Collected data
*** Begin section ***
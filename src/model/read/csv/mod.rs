//! CSV parts: rows become the tables that the same entries would be in TOML, every key and value placed at its cell.

mod cells;
mod columns;
mod header;
mod value;

pub(super) use cells::called;
pub(super) use columns::{KINDS, Kind};
pub(super) use header::Periods;

use std::borrow::Cow;
use std::path::Path;

use toml::Spanned;
use toml::de::DeValue;

use self::cells::{Cell, Cells};
use self::columns::Holds;
use self::header::{Column, Header};
use super::calendar::EACH;
use super::findings::{Findings, Span, shown};
use super::source::Source;
use super::toml_types::{Node, Table};
use crate::model::name::Name;

/// A CSV part, placed among the other parts.
#[derive(Clone, Copy, Debug)]
pub(super) struct Part<'a> {
    /// Its text.
    pub(super) text: &'a str,
    /// What every place in it is moved by.
    pub(super) base: usize,
    /// What it holds.
    pub(super) kind: Kind,
}

/// The entries of a part, or what each activity uses, draws or makes by it: a table for each name. `None`, with a fault added, where the first
/// row does not say what the others hold.
pub(super) fn table<'a>(part: Part<'a>, periods: &Periods<'_>, findings: &mut Findings) -> Option<Table<'a>> {
    let mut table = Table::new();
    let (mut reader, mut cells) = (Cells::of(part.text, part.base), Vec::new());
    // A text of blank lines is an empty one, which is told before.
    if !reader.record(&mut cells) {
        return Some(table);
    }
    let header = Header::read(part, &cells, periods, findings)?;
    while reader.record(&mut cells) {
        if cells.iter().all(|cell| cell.text.is_empty()) {
            continue;
        }
        let row = Row { part, header: &header, cells: &cells };
        if row.is_sound(findings) {
            row.put(&mut table, findings);
        } else {
            row.declare(&mut table);
        }
    }
    Some(table)
}

/// Where the rows of a part begin that say something, each with its name: what lets an edited part be read by its edited rows alone. `None`
/// where a row has no name.
pub(super) fn rows(text: &str, kind: Kind) -> Option<Vec<(usize, Name)>> {
    let (mut reader, mut cells) = (Cells::of(text, 0), Vec::new());
    reader.record(&mut cells);
    let named = cells.iter().position(|cell| kind.column(&cell.text) == Some(Holds::Name))?;
    let mut rows: Vec<(usize, Name)> = Vec::new();
    while reader.record(&mut cells) {
        if cells.iter().all(|cell| cell.text.is_empty()) {
            continue;
        }
        // A cell's place leaves out the blanks before it; the row begins with its line.
        let first = cells.first()?.span.start;
        let start = text.get(..first)?.rfind('\n').map_or(0, |end| end + 1);
        let text = &cells.get(named)?.text;
        // Rows of one name mostly follow each other.
        let name = match rows.last().filter(|(_, last)| last.as_str() == text) {
            Some((_, last)) => last.clone(),
            None => Name::new(text).ok()?,
        };
        rows.push((start, name));
    }
    Some(rows)
}

/// One row that says something.
struct Row<'r, 'a> {
    part: Part<'a>,
    header: &'r Header<'a>,
    cells: &'r [Cell<'a>],
}

impl<'a> Row<'_, 'a> {
    /// Whether it has the cells it should, each written as it should be.
    fn is_sound(&self, findings: &mut Findings) -> bool {
        let Self { part, header, cells } = self;
        let mut sound = true;
        for cell in *cells {
            let raw = part.text.get(cell.span.start - part.base..cell.span.end - part.base);
            sound &= !cells::misquoted(raw.unwrap_or_default(), cell, findings);
        }
        if !sound {
            return false;
        }
        let width = header.columns.len();
        let beyond = cells.iter().skip(width).find(|cell| !cell.text.is_empty());
        if cells.len() < width || beyond.is_some() {
            let place = beyond.or(cells.last()).map(|cell| cell.span.clone()).unwrap_or_default();
            let message = format!("this row has {} cells, and the first row has {width}", cells.len());
            let cure = if beyond.is_some() {
                "write numbers with a decimal point, and a text that holds a comma in double quotes"
            } else {
                "give it a comma for every cell that is left empty"
            };
            findings.add(&place, "row-length", message, cure);
            return false;
        }
        true
    }

    /// Puts what the row says into the table of its name.
    fn put(&self, table: &mut Table<'a>, findings: &mut Findings) {
        let Some(name) = self.named(Holds::Name, findings) else { return };
        match self.part.kind {
            Kind::Entries(_) => {
                if let Some((first, _)) = table.get_key_value(name.text.as_ref()) {
                    return self.twice(&shown(&name.text), first.span().start, name, findings);
                }
                let entry = self.entry(findings);
                table.insert(key(name), node(name, DeValue::Table(entry)));
            }
            Kind::Rates(_) => self.put_rate(name, table, findings),
        }
    }

    /// Has it that there is an entry of the row's name, though what the row says of it cannot be read.
    fn declare(&self, table: &mut Table<'a>) {
        let name = self.header.cells(self.cells, Holds::Name).next().filter(|name| !name.text.is_empty());
        if let (Kind::Entries(_), Some(name)) = (self.part.kind, name) {
            table.entry(key(name)).or_insert_with(|| node(name, DeValue::Table(Table::new())));
        }
    }

    fn put_rate(&self, activity: &Cell<'a>, table: &mut Table<'a>, findings: &mut Findings) {
        let Some(other) = self.named(Holds::Other, findings) else { return };
        let rates = table.entry(key(activity)).or_insert_with(|| node(activity, DeValue::Table(Table::new())));
        let DeValue::Table(rates) = rates.get_mut() else { return };
        if let Some((first, _)) = rates.get_key_value(other.text.as_ref()) {
            let what = format!("{}` of `{}", shown(&other.text), shown(&activity.text));
            return self.twice(&what, first.span().start, other, findings);
        }
        let mut rate = None;
        for (column, cell) in self.given() {
            if let Some((_, value)) = value::of(column, cell, findings) {
                rate = Some(joined(rate, column, cell, node(cell, value)));
            }
        }
        match rate {
            Some(rate) => drop(rates.insert(key(other), rate)),
            // A cell that could not be read is told already.
            None if self.header.cells(self.cells, Holds::Value(columns::RATE)).all(|cell| cell.text.is_empty()) => {
                let message = format!("this row gives no rate for `{}`", shown(&other.text));
                findings.add(&other.span, "no-rate", message, "give a number, or take the row out");
            }
            None => {}
        }
    }

    /// The cell with the name of what the row is about.
    fn named(&self, holds: Holds, findings: &mut Findings) -> Option<&Cell<'a>> {
        let cell = self.header.cells(self.cells, holds).next()?;
        if cell.text.is_empty() {
            let word = self.header.columns.iter().find(|column| column.holds == Some(holds));
            let message =
                format!("`{}` is empty in this row", word.map(|column| column.word.as_ref()).unwrap_or_default());
            findings.add(&cell.span, "no-name", message, "give a name, or take the row out");
            return None;
        }
        Some(cell)
    }

    /// The cells of the row as a table.
    fn entry(&self, findings: &mut Findings) -> Table<'a> {
        let mut entry = Table::new();
        for (column, cell) in self.given() {
            let Some((word, value)) = value::of(column, cell, findings) else { continue };
            let value = node(cell, value);
            match entry.get_mut(word) {
                Some(given) => {
                    let span = given.span();
                    let before = std::mem::replace(given, Spanned::new(span, DeValue::Boolean(false)));
                    *given = joined(Some(before), column, cell, value);
                }
                None => {
                    let word = Spanned::new(cell.span.clone(), Cow::Borrowed(word));
                    entry.insert(word, joined(None, column, cell, value));
                }
            }
        }
        entry
    }

    /// The cells that hold something, with their columns. An empty cell is a key left out.
    fn given(&self) -> impl Iterator<Item = (&Column<'a>, &Cell<'a>)> {
        // Where a column cannot be told, numbers by period may seem incomplete that are not.
        let told = |column: &Column<'_>| column.period.is_none() || !self.header.has_untold;
        let given = move |(column, cell): &(&Column<'_>, &Cell<'_>)| !cell.text.is_empty() && told(column);
        self.header.columns.iter().zip(self.cells).filter(given)
    }

    fn twice(&self, what: &str, first: usize, second: &Cell<'_>, findings: &mut Findings) {
        let source = Source { path: Path::new(""), text: self.part.text };
        let line = |at: usize| source.line(at - self.part.base);
        let lines = (line(first), line(second.span.start));
        let message = format!("`{what}` is given twice: on line {} and on line {}", lines.0, lines.1);
        findings.add(&second.span, "duplicate-key", message, "keep one of the two");
    }
}

/// What a key stands for once another of its cells is read: a number for every period, or a table of those for some.
fn joined<'a>(given: Option<Node<'a>>, column: &Column<'a>, cell: &Cell<'a>, value: Node<'a>) -> Node<'a> {
    let spelt = |span: &Span, period: &Cow<'a, str>| Spanned::new(span.clone(), period.clone());
    let each = Cow::Borrowed(EACH);
    let (mut list, span) = match (given, &column.period) {
        (None, None) => return value,
        (None, Some(_)) => (Table::new(), cell.span.clone()),
        (Some(given), _) => {
            let span = given.span();
            match given.into_inner() {
                DeValue::Table(list) => (list, span),
                number => (Table::from_iter([(spelt(&span, &each), Spanned::new(span.clone(), number))]), span),
            }
        }
    };
    list.insert(spelt(&cell.span, column.period.as_ref().unwrap_or(&each)), value);
    Spanned::new(span, DeValue::Table(list))
}

fn key<'a>(cell: &Cell<'a>) -> Spanned<Cow<'a, str>> {
    Spanned::new(cell.span.clone(), cell.text.clone())
}

fn node<'a>(cell: &Cell<'_>, value: DeValue<'a>) -> Node<'a> {
    Spanned::new(cell.span.clone(), value)
}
*** End section ***
» Directions for this task: For the word "left", show every line of the entries that holds it.

» Response below:
                "give it a comma for every cell that is left empty"
    /// The cells that hold something, with their columns. An empty cell is a key left out.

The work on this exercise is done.